So the other week I am at BestBuy to pick up a big USB hard drive for doing backups, storing media, etc... and I see an eee for $199. It looks the same as my old one, but with a bigger screen. After a few days I decided that I had to have it, so I went back and picked it up. Serously, I bought a computer for $199. I also parted with $25 for an 8 gig compact flash drive.

You can read all about the eee family on wikipedia. This one is a 900A, US model.

Comparing the Computers

As you can see from the picture the new one (on the right) is slightly bigger. It also comes with a dual core running at 800 mghz instead of a single core running at 660mghz. It is reallynoticibly faster. It also has a bigger 1024 X 600 resolution screen and a gig of memory. On the down side, the new one lacks a web cam and has a smaller battery.l The powe supply is a little different, it's like a small traditional laptop power supply. The old one was a little simpler, but could be hard to find a plug that didn't take up the space of two plugs on a power strip.

Installing Ubuntu
Naturally, I didn't even consider using the distro that came installed on it. I already had a USB disc ready to install Intrepid, so I grabbed that. I plugged in the new machine, and attached it to ethernet.

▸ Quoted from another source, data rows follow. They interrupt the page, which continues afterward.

#[cfg(test)]
pub(crate) mod tests {
    use super::*;
    use crate::signal::sweep::SweepParams;
    use rand::SeedableRng;
    use rand_distr::{Distribution, Normal};

    /// A lumped driver: Z = Re + jωLe + Bl²/(Rms + jωMms + 1/(jωCms)), the
    /// electrical side of the mechanical impedance (Small 1972's
    /// equivalent circuit).
    #[derive(Debug, Clone, Copy)]
    pub struct Driver {
        pub re: f64,
        pub le: f64,
        pub bl: f64,
        pub mms: f64,
        pub cms: f64,
        pub rms: f64,
    }

    impl Driver {
        /// From the small-signal parameters and a moving mass.
        pub fn from_ts(re: f64, fs: f64, qms: f64, qes: f64, le: f64, mms: f64) -> Driver {
            let w = std::f64::consts::TAU * fs;
            Driver {
                re,
                le,
                bl: (w * mms * re / qes).sqrt(),
                mms,
                cms: 1.0 / (w * w * mms),
                rms: w * mms / qms,
            }
        }

        pub fn z(&self, f: f64) -> Complex<f64> {
            if f <= 0.0 {
                return Complex::new(self.re, 0.0);
            }
            let w = std::f64::consts::TAU * f;
            let j = Complex::new(0.0, 1.0);
            let zm = self.rms + j * w * self.mms + 1.0 / (j * w * self.cms);
            self.re + j * w * self.le + self.bl * self.bl / zm
        }
    }

    /// The two channel voltages of the divider for a sweep at amplitude
    /// `gain`: V1 = gain·sweep, V2 = V1·Z/(R + Z), filtered in the
    /// frequency domain over a buffer long enough for the driver's decay,
    /// with Gaussian noise of `noise_rms` on each input.
    pub fn divider(
        sweep: &[f64],
        fs: f64,
        driver: &Driver,
        r: f64,
        gain: f64,
        noise_rms: f64,
        seed: u64,
    ) -> (Vec<f64>, Vec<f64>) {
        let len = sweep.len();
        let n = fft::fast_len(len * 2);
        let mut s = fft::rfft(sweep, n);
        let df = fs / n as f64;
        for (k, c) in s.iter_mut().enumerate() {
            let z = driver.z(k as f64 * df);
            *c *= gain * z / (r + z);
        }
        let last = s.len() - 1;
        s[0].im = 0.0;
        s[last].im = 0.0;
        let mut v2 = fft::irfft(&mut s, n);
        v2.truncate(len);
        let mut v1: Vec<f64> = sweep.iter().map(|x| x * gain).collect();
        let mut rng = rand::rngs::StdRng::seed_from_u64(seed);
        let noise = Normal::new(0.0, noise_rms.max(1e-300)).unwrap();
        for x in v1.iter_mut().chain(v2.iter_mut()) {
            *x += noise.sample(&mut rng);
        }
        (v1, v2)
    }

    pub fn sweep(length_s: f64) -> (Vec<f64>, crate::signal::sweep::SweepDesign) {
        let design = SweepParams {
            requested_length_s: length_s,
            tail_s: 1.0,
            start_hz: 10.0,
            end_hz: 20_000.0,
            ..SweepParams::default()
        }
        .design()
        .unwrap();
        (design.generate(), design)
    }

    pub fn input<'a>(
        v1: Option<&'a [f64]>,
        v2: &'a [f64],
        sweep: &'a [f64],
        design: &crate::signal::sweep::SweepDesign,
        r: f64,
    ) -> ImpedanceInput<'a> {
        ImpedanceInput {
            reference: v1,
            driver: v2,
            stimulus: sweep,
            fs: design.fs(),
            band: (design.params.start_hz, design.params.end_hz),
            rate_s: design.harmonic_offset_s(2) / 2f64.ln(),
            sense_ohms: r,
        }
    }

    #[test]
    fn a_resistor_measures_as_itself_over_the_band() {
        // closed form: a pure resistance Z = 8 Ω behind R = 10 Ω gives
        // V2/V1 = 8/18 at every frequency; the method must return 8 Ω, 0°
        let (s, d) = sweep(2.0);
        let resistor = Driver {
            re: 8.0,
            le: 0.0,
            bl: 0.0,
            mms: 1.0,
            cms: 1.0,
            rms: 1.0,
        };
        let (v1, v2) = divider(&s, d.fs(), &resistor, 10.0, 0.5, 0.0, 1);
        let z = impedance(&input(Some(&v1), &v2, &s, &d, 10.0)).unwrap();
        for (f, (m, p)) in z
            .frequency_hz
            .iter()
            .zip(z.magnitude_ohm.iter().zip(&z.phase_deg))
        {
            if *f > 20.0 && *f < 18_000.0 {
                assert!((m - 8.0).abs() < 0.01, "{f} Hz: {m} Ω");
                assert!(p.abs() < 0.1, "{f} Hz: {p}°");
            }
        }
        assert!(z.warnings.is_empty(), "{:?}", z.warnings);
    }

    #[test]
    fn a_driver_s_impedance_follows_its_model_within_a_percent() {
        // reference: the lumped model evaluated directly (closed form)
        let (s, d) = sweep(3.0);
        let drv = Driver::from_ts(6.0, 50.0, 4.0, 0.5, 0.5e-3, 0.015);
        let (v1, v2) = divider(&s, d.fs(), &drv, 8.0, 0.3, 1e-5, 2);
        let z = impedance(&input(Some(&v1), &v2, &s, &d, 8.0)).unwrap();
        let mut worst = 0.0f64;
        for (i, &f) in z.frequency_hz.iter().enumerate() {
            if f > 15.0 && f < 18_000.0 {
                let want = drv.z(f);
                let got = Complex::from_polar(z.magnitude_ohm[i], z.phase_deg[i].to_radians());
                worst = worst.max((got - want).norm() / want.norm());
            }
        }
        assert!(worst < 0.01, "worst relative error {worst}");
        // the check driver of REFERENCES.md: |Z(fs)| = Re + Res = 54 Ω
        // (Le adds 0.16 Ω in quadrature at 50 Hz: negligible) [calc]
        let at_fs = z
            .frequency_hz
            .iter()
            .position(|&f| (f / 50.0).log2().abs() < 0.5 / 48.0)
            .unwrap();
        assert!(
            (z.magnitude_ohm[at_fs] - 54.0).abs() < 1.0,
            "{}",
            z.magnitude_ohm[at_fs]
        );
    }

    #[test]
    fn swapped_channels_are_refused_by_name() {
        let (s, d) = sweep(1.0);
        let drv = Driver::from_ts(6.0, 50.0, 4.0, 0.5, 0.5e-3, 0.015);
        let (v1, v2) = divider(&s, d.fs(), &drv, 8.0, 0.3, 1e-6, 3);
        let e = impedance(&input(Some(&v2), &v1, &s, &d, 8.0)).unwrap_err();
        assert!(e.message().contains("swapped"), "{e}");
    }

    #[test]
    fn an_open_circuit_is_refused() {
        // no driver: V2 = V1 but for the noise
        let (s, d) = sweep(1.0);
        let open = Driver {
            re: 1e9,
            le: 0.0,
            bl: 0.0,
            mms: 1.0,
            cms: 1.0,
            rms: 1.0,
        };
        let (v1, v2) = divider(&s, d.fs(), &open, 8.0, 0.3, 1e-6, 4);
        let e = impedance(&input(Some(&v1), &v2, &s, &d, 8.0)).unwrap_err();
        assert!(e.message().contains("open circuit"), "{e}");
    }

    #[test]
    fn a_clipping_reference_is_refused() {
        let (s, d) = sweep(1.0);
        let drv = Driver::from_ts(6.0, 50.0, 4.0, 0.5, 0.5e-3, 0.015);
        let (v1, v2) = divider(&s, d.fs(), &drv, 8.0, 0.3, 0.0, 5);
        let loud: Vec<f64> = v1.iter().map(|x| (x * 1000.0).clamp(-1.0, 1.0)).collect();
        let e = impedance(&input(Some(&loud), &v2, &s, &d, 8.0)).unwrap_err();
        assert!(e.message().contains("reference channel clips"), "{e}");
    }

    #[test]
    fn a_sense_resistor_far_from_the_driver_is_warned() {
        let (s, d) = sweep(1.0);
        let drv = Driver::from_ts(6.0, 50.0, 4.0, 0.5, 0.5e-3, 0.015);
        // 0.1 Ω against up to 54 Ω: V1 − V2 is 55 dB below V1 at fs
        let (v1, v2) = divider(&s, d.fs(), &drv, 0.1, 0.3, 0.0, 6);
        let z = impedance(&input(Some(&v1), &v2, &s, &d, 0.1)).unwrap();
        assert!(
            z.warnings
                .iter()
                .any(|w| w.code == Code::SenseResistorMismatch),
            "{:?}",
            z.warnings
        );
    }

    #[test]
    fn constant_current_with_unity_gain_measures_the_driver() {
        // one channel, R = 1 kΩ; the sweep as written is V1 (gain 1)
        let (s, d) = sweep(2.0);
        let drv = Driver::from_ts(6.0, 50.0, 4.0, 0.5, 0.5e-3, 0.015);
        let (_, v2) = divider(&s, d.fs(), &drv, 1000.0, 1.0, 0.0, 7);
        let z = impedance(&input(None, &v2, &s, &d, 1000.0)).unwrap();
        assert_eq!(z.wiring, Wiring::ConstantCurrent);
        for (i, &f) in z.frequency_hz.iter().enumerate() {
            if f > 20.0 && f < 18_000.0 {
                let want = drv.z(f).norm();
                assert!((z.magnitude_ohm[i] - want).abs() / want < 0.01, "{f} Hz");
            }
        }
    }
}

After starting it up, it took some doing to bring up the boot device chooser. I had to hit ecs and then tab at just the right time or it would just dive into booting up from the "hard disc". I just immediately ran the installer, and Intrepid installed like a dream.

I followed the prompts to install all of the updates, which is somehting I always do after I install. I knew from experience that the vanilla kernal wouldn't have support for the wireless. I took a moment to confirm this, and in fact, the wireless was not detected.
To fix this, I simply installed the custom eee kernel availabel from The instructions are quite easy to follow. I rebooted, and sure enough, wireless worked.
While I was at it, I also went ahead and installed the driver for the touchpad. Otherwise the incredibly over-sensitive touchpad randomly inserts the cursor all over the place as my thumbs touch it while typing. Who uses tap to click, anyway?

So now I have what seems to be a very fast and very small computer, but with a slightly more workable screen size for things like using launchpad and such. I loaded a movie and some youtube clips on my sd card to watch on the plane.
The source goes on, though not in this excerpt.